◆ Dataset extract:
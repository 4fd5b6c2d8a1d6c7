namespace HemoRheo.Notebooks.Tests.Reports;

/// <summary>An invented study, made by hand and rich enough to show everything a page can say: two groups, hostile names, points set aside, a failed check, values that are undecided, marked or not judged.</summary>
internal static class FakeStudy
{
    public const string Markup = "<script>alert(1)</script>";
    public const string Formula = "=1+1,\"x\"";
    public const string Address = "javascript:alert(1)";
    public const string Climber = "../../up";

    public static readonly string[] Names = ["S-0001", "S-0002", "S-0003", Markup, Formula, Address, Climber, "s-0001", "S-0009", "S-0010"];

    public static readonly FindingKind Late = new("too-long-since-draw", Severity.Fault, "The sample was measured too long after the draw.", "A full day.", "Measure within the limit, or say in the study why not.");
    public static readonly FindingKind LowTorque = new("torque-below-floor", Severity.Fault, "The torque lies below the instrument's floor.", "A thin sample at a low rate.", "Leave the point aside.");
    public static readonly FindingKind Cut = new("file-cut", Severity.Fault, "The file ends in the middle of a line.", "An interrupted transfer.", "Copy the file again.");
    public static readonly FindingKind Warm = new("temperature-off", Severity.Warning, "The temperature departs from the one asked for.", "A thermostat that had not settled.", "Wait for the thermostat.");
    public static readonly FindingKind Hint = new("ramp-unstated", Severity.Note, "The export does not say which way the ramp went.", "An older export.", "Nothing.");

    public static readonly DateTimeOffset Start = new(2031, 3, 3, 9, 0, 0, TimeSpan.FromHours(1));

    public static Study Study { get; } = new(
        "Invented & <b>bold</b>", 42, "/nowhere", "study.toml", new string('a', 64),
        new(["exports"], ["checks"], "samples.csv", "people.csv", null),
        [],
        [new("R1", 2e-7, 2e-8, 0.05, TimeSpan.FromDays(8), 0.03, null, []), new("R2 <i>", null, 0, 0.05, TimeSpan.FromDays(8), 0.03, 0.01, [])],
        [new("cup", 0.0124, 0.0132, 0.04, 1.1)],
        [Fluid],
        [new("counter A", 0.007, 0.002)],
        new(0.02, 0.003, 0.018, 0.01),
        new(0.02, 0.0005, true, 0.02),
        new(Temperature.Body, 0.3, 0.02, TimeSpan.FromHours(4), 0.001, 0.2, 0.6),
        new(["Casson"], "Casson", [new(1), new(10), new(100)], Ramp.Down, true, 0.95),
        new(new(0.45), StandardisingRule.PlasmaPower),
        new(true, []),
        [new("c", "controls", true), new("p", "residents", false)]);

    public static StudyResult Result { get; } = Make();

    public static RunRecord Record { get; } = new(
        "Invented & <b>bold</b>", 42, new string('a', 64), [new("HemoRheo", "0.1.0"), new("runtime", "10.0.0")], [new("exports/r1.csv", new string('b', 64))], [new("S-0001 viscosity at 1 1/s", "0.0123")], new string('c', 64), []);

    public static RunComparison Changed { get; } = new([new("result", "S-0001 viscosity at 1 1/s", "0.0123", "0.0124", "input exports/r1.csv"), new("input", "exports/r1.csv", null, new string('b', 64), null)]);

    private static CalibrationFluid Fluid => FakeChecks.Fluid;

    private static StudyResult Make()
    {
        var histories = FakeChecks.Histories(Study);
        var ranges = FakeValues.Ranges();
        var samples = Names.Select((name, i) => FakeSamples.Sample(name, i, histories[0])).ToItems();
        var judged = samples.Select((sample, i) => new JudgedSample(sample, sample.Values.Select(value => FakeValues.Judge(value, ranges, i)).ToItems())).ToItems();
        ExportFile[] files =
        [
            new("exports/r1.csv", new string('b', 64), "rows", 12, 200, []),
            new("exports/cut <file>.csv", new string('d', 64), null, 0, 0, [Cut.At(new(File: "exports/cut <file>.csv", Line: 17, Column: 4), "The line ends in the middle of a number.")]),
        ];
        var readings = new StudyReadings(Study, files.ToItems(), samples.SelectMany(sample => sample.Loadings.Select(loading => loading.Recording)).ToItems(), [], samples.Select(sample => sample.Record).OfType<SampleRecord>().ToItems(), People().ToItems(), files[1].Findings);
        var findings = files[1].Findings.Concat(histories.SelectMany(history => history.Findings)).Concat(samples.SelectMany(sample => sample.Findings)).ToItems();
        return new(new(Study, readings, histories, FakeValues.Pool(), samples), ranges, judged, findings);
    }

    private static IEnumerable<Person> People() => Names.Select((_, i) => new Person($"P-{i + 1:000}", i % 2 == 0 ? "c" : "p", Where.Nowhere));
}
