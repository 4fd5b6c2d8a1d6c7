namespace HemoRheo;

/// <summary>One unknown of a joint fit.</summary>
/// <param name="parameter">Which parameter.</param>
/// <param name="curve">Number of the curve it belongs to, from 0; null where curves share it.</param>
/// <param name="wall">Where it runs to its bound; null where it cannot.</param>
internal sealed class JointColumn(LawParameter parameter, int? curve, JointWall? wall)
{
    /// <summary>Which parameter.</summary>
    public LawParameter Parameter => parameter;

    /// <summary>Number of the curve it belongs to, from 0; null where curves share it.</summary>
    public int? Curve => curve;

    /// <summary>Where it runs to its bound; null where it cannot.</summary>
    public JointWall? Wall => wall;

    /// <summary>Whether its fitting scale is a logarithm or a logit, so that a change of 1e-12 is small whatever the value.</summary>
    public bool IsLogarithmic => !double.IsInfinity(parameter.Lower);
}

◆ Instructions to follow: Every entry must be output again exactly as it was given.

◆ Answer section:
repository 4fd5b6c2d8a1d6c7
namespace HemoRheo.Notebooks.Tests.Reports;

/// <summary>An invented study, made by hand and rich enough to show everything a page can say: two groups, hostile names, points set aside, a failed check, values that are undecided, marked or not judged.</summary>
internal static class FakeStudy
{
    public const string Markup = "<script>alert(1)</script>";
    public const string Formula = "=1+1,\"x\"";
    public const string Address = "javascript:alert(1)";
    public const string Climber = "../../up";

    public static readonly string[] Names = ["S-0001", "S-0002", "S-0003", Markup, Formula, Address, Climber, "s-0001", "S-0009", "S-0010"];

    public static readonly FindingKind Late = new("too-long-since-draw", Severity.Fault, "The sample was measured too long after the draw.", "A full day.", "Measure within the limit, or say in the study why not.");
    public static readonly FindingKind LowTorque = new("torque-below-floor", Severity.Fault, "The torque lies below the instrument's floor.", "A thin sample at a low rate.", "Leave the point aside.");
    public static readonly FindingKind Cut = new("file-cut", Severity.Fault, "The file ends in the middle of a line.", "An interrupted transfer.", "Copy the file again.");
    public static readonly FindingKind Warm = new("temperature-off", Severity.Warning, "The temperature departs from the one asked for.", "A thermostat that had not settled.", "Wait for the thermostat.");
    public static readonly FindingKind Hint = new("ramp-unstated", Severity.Note, "The export does not say which way the ramp went.", "An older export.", "Nothing.");

    public static readonly DateTimeOffset Start = new(2031, 3, 3, 9, 0, 0, TimeSpan.FromHours(1));

    public static Study Study { get; } = new(
        "Invented & <b>bold</b>", 42, "/nowhere", "study.toml", new string('a', 64),
        new(["exports"], ["checks"], "samples.csv", "people.csv", null),
        [],
        [new("R1", 2e-7, 2e-8, 0.05, TimeSpan.FromDays(8), 0.03, null, []), new("R2 <i>", null, 0, 0.05, TimeSpan.FromDays(8), 0.03, 0.01, [])],
        [new("cup", 0.0124, 0.0132, 0.04, 1.1)],
        [Fluid],
        [new("counter A", 0.007, 0.002)],
        new(0.02, 0.003, 0.018, 0.01),
        new(0.02, 0.0005, true, 0.02),
        new(Temperature.Body, 0.3, 0.02, TimeSpan.FromHours(4), 0.001, 0.2, 0.6),
        new(["Casson"], "Casson", [new(1), new(10), new(100)], Ramp.Down, true, 0.95),
        new(new(0.45), StandardisingRule.PlasmaPower),
        new(true, []),
        [new("c", "controls", true), new("p", "residents", false)]);

    public static StudyResult Result { get; } = Make();

    public static RunRecord Record { get; } = new(
        "Invented & <b>bold</b>", 42, new string('a', 64), [new("HemoRheo", "0.1.0"), new("runtime", "10.0.0")], [new("exports/r1.csv", new string('b', 64))], [new("S-0001 viscosity at 1 1/s", "0.0123")], new string('c', 64), []);

    public static RunComparison Changed { get; } = new([new("result", "S-0001 viscosity at 1 1/s", "0.0123", "0.0124", "input exports/r1.csv"), new("input", "exports/r1.csv", null, new string('b', 64), null)]);

    private static CalibrationFluid Fluid => FakeChecks.Fluid;

    private static StudyResult Make()
    {
        var histories = FakeChecks.Histories(Study);
        var ranges = FakeValues.Ranges();
        var samples = Names.Select((name, i) => FakeSamples.Sample(name, i, histories[0])).ToItems();
        var judged = samples.Select((sample, i) => new JudgedSample(sample, sample.Values.Select(value => FakeValues.Judge(value, ranges, i)).ToItems())).ToItems();
        ExportFile[] files =
        [
            new("exports/r1.csv", new string('b', 64), "rows", 12, 200, []),
            new("exports/cut <file>.csv", new string('d', 64), null, 0, 0, [Cut.At(new(File: "exports/cut <file>.csv", Line: 17, Column: 4), "The line ends in the middle of a number.")]),
        ];
        var readings = new StudyReadings(Study, files.ToItems(), samples.SelectMany(sample => sample.Loadings.Select(loading => loading.Recording)).ToItems(), [], samples.Select(sample => sample.Record).OfType<SampleRecord>().ToItems(), People().ToItems(), files[1].Findings);
        var findings = files[1].Findings.Concat(histories.SelectMany(history => history.Findings)).Concat(samples.SelectMany(sample => sample.Findings)).ToItems();
        return new(new(Study, readings, histories, FakeValues.Pool(), samples), ranges, judged, findings);
    }

    private static IEnumerable<Person> People() => Names.Select((_, i) => new Person($"P-{i + 1:000}", i % 2 == 0 ? "c" : "p", Where.Nowhere));
}
repository 4fd5b6c2d8a1d6c7
namespace HemoRheo;

/// <summary>One unknown of a joint fit.</summary>
/// <param name="parameter">Which parameter.</param>
/// <param name="curve">Number of the curve it belongs to, from 0; null where curves share it.</param>
/// <param name="wall">Where it runs to its bound; null where it cannot.</param>
internal sealed class JointColumn(LawParameter parameter, int? curve, JointWall? wall)
{
    /// <summary>Which parameter.</summary>
    public LawParameter Parameter => parameter;

    /// <summary>Number of the curve it belongs to, from 0; null where curves share it.</summary>
    public int? Curve => curve;

    /// <summary>Where it runs to its bound; null where it cannot.</summary>
    public JointWall? Wall => wall;

    /// <summary>Whether its fitting scale is a logarithm or a logit, so that a change of 1e-12 is small whatever the value.</summary>
    public bool IsLogarithmic => !double.IsInfinity(parameter.Lower);
}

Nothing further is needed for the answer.